▶ Material provided:
Content starts
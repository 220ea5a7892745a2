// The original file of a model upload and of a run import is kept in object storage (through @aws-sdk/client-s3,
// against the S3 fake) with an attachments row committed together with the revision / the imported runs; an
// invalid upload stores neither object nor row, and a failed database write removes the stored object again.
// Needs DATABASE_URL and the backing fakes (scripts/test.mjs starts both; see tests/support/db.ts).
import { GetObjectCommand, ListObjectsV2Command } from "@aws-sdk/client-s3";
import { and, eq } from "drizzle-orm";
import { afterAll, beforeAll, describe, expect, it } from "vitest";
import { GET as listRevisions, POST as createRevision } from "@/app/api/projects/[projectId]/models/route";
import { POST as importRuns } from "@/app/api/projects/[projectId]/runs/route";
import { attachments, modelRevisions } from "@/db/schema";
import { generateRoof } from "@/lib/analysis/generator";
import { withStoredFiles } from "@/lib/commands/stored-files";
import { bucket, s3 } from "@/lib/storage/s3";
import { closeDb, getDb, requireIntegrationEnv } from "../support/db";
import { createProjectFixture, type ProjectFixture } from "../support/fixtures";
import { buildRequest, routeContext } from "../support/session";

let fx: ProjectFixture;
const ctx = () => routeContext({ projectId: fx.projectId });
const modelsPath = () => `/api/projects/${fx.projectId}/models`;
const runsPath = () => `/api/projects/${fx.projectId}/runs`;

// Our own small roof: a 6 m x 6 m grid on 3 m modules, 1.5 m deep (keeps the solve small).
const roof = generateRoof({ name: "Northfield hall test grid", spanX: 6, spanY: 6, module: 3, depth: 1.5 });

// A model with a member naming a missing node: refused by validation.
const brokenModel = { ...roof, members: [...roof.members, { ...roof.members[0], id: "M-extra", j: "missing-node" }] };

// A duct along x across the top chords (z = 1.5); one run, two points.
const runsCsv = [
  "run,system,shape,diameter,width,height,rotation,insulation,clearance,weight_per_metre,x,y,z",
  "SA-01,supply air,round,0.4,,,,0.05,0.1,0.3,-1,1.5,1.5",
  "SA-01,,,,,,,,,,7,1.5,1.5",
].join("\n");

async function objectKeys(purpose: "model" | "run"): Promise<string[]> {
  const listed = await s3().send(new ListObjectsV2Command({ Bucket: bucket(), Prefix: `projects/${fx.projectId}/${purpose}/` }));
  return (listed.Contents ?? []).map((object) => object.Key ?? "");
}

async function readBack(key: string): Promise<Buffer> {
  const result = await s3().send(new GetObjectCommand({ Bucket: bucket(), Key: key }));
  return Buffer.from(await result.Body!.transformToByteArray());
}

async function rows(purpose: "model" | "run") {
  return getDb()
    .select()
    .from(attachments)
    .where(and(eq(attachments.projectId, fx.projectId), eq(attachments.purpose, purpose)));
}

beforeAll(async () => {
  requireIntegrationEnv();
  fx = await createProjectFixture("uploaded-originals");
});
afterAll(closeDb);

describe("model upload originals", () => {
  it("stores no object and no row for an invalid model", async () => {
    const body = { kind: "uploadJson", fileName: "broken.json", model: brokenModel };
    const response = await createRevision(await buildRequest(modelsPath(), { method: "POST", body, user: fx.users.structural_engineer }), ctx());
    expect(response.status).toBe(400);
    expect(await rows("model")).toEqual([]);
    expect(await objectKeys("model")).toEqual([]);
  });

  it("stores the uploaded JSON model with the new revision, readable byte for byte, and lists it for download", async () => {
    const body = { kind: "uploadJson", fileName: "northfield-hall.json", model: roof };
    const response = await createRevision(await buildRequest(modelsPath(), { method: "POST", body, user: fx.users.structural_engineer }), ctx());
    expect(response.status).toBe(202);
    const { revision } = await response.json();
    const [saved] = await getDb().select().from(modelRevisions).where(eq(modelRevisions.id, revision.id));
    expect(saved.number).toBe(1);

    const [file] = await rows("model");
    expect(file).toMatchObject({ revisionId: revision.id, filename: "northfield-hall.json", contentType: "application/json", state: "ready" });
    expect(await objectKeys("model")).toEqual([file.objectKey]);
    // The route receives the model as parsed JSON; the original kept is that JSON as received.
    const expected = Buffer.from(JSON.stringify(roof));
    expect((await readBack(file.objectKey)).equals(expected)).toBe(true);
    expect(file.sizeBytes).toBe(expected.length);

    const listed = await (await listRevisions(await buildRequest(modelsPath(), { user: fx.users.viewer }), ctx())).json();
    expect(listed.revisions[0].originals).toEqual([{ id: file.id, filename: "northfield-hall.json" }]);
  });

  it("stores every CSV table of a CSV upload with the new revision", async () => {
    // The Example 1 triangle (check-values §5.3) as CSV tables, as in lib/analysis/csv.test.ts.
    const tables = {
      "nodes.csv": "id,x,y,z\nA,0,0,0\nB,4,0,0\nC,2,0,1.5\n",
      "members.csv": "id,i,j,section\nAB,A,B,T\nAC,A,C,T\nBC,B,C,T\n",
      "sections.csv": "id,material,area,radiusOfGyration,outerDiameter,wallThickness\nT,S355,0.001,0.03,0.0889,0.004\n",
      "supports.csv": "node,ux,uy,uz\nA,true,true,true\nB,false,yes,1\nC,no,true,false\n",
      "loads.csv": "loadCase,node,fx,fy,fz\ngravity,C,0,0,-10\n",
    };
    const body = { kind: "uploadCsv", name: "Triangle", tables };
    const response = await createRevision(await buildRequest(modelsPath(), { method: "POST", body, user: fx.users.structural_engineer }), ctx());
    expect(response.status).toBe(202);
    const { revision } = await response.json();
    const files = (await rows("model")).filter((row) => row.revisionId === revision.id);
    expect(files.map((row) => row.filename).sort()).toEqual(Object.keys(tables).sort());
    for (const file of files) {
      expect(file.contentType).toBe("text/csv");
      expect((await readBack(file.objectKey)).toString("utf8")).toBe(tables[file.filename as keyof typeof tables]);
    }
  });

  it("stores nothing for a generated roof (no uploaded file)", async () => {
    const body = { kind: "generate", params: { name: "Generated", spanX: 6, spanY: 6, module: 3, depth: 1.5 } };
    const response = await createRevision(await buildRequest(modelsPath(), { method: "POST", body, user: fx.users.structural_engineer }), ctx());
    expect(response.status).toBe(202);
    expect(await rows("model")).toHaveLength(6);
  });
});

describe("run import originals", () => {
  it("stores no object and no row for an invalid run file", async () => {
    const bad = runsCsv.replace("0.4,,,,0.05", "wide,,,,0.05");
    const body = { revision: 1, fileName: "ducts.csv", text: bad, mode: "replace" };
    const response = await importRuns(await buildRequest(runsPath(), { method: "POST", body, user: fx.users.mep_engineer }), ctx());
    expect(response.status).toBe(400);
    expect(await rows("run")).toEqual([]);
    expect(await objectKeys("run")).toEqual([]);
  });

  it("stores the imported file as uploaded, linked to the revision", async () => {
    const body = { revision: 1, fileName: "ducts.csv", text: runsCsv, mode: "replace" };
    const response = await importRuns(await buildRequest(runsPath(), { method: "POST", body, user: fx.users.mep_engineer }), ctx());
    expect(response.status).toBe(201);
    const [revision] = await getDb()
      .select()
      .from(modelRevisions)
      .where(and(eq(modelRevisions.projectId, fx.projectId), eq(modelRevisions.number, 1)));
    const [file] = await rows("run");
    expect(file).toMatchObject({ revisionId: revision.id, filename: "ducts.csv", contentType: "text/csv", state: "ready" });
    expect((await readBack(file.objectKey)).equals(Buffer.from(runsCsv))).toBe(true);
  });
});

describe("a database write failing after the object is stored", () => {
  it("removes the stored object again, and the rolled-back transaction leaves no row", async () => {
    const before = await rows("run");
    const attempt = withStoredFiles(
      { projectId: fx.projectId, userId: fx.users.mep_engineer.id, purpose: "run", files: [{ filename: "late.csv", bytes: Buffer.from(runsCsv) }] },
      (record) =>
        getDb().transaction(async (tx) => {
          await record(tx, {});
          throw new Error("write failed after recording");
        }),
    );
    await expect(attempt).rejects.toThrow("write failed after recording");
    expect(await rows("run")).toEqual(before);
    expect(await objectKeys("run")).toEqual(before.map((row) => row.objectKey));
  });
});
Content ends
Content starts
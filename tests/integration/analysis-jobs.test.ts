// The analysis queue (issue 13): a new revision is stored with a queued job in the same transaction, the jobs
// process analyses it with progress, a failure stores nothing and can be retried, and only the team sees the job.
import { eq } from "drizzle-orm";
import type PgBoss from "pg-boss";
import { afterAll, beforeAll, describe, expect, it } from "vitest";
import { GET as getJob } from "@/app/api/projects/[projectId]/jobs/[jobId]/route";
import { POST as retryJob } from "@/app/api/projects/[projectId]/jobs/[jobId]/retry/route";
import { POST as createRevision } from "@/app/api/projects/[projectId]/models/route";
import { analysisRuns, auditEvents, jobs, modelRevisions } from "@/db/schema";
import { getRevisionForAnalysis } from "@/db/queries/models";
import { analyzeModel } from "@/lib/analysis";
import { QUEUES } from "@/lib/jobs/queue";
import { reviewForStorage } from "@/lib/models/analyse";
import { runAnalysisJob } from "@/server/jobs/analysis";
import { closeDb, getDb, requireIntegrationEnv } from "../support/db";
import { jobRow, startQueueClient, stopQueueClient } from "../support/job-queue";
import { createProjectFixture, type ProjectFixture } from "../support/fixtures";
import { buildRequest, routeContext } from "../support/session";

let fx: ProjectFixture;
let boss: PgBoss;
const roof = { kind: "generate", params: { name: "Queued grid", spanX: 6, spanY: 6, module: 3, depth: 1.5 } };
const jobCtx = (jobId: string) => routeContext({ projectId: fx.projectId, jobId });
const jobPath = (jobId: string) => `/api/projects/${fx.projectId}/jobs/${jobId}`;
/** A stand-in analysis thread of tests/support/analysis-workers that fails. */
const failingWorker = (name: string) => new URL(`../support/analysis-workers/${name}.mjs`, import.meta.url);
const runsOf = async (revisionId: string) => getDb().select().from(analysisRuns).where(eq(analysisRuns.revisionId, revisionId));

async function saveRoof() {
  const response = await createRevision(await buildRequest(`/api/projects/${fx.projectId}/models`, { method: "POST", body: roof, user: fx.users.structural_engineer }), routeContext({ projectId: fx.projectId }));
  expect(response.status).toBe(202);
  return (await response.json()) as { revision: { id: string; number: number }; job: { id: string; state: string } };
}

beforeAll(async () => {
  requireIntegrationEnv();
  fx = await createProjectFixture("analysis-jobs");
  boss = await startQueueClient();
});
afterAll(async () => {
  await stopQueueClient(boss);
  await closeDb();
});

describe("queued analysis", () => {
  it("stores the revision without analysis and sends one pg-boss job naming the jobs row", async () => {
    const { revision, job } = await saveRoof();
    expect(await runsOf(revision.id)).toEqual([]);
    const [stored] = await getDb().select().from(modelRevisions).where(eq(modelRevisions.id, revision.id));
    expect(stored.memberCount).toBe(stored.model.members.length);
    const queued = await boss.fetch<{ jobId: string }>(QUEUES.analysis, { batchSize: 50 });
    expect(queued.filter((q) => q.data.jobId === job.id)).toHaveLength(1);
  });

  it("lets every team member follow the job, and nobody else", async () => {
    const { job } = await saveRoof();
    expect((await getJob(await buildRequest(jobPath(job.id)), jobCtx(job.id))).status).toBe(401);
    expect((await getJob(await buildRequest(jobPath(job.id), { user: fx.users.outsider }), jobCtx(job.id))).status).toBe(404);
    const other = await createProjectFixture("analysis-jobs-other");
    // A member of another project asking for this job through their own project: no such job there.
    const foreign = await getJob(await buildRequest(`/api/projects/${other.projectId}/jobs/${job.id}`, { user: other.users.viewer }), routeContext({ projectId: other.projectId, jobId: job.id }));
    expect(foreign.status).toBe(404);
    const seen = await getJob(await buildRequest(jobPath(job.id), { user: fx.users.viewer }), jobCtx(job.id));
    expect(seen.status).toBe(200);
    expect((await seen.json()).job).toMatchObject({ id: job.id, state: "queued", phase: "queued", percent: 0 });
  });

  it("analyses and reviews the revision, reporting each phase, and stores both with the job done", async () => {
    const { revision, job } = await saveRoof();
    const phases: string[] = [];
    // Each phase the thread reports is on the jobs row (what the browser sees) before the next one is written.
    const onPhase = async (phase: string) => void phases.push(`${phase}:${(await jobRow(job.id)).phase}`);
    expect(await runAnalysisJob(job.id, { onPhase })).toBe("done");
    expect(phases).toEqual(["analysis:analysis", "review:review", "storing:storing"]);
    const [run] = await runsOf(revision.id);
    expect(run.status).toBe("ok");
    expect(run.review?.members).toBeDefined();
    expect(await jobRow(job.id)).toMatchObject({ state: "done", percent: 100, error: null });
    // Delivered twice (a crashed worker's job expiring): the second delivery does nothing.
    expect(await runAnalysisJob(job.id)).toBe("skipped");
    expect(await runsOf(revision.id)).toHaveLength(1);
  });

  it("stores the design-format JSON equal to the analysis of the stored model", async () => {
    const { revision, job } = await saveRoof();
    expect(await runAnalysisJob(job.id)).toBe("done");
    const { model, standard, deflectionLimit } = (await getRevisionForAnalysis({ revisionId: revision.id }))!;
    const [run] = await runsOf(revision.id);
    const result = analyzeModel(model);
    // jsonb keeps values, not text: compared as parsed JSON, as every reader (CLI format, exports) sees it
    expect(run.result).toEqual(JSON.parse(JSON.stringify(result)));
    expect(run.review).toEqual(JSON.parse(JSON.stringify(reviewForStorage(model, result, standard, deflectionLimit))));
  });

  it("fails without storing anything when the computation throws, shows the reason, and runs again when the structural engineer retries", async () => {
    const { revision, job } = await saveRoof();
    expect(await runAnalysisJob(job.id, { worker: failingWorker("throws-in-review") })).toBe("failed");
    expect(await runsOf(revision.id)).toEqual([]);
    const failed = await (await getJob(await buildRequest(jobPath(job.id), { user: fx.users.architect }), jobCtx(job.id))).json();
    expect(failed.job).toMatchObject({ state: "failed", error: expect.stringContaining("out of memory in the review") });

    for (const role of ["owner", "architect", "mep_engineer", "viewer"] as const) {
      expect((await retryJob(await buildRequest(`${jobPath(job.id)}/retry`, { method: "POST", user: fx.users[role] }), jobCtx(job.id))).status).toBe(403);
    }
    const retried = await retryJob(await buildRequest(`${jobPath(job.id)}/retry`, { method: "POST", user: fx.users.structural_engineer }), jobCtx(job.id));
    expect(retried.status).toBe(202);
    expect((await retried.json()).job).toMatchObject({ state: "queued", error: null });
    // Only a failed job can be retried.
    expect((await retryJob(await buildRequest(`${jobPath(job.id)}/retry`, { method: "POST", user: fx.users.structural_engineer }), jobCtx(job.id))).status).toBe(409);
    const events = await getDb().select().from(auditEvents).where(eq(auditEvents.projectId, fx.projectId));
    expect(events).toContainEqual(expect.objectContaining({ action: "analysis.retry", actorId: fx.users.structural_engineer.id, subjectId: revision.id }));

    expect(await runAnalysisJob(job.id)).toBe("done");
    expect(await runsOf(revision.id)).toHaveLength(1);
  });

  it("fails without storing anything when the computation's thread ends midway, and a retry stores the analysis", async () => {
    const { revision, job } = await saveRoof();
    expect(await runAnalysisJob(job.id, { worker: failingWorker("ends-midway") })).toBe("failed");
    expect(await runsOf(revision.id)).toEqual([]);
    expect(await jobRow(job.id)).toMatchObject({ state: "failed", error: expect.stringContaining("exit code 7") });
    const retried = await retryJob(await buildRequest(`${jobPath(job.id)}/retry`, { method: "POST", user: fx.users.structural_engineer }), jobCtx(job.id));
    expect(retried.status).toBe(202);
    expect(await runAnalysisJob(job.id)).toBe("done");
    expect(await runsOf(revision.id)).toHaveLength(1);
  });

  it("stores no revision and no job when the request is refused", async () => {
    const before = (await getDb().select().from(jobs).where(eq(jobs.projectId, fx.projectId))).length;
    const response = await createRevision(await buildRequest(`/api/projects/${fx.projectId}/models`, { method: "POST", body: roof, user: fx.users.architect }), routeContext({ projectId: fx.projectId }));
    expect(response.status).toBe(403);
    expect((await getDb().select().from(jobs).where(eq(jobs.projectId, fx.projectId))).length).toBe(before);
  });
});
Content ends
▶ Task instructions:
Above are the records. Print exactly, and only, the lines from the line with "roof, user: fx.users.architect" to the line with "expect(response.status).toBe(403);", both inclusive.

▶ Answer for this exercise:
    const response = await createRevision(await buildRequest(`/api/projects/${fx.projectId}/models`, { method: "POST", body: roof, user: fx.users.architect }), routeContext({ projectId: fx.projectId }));
    expect(response.status).toBe(403);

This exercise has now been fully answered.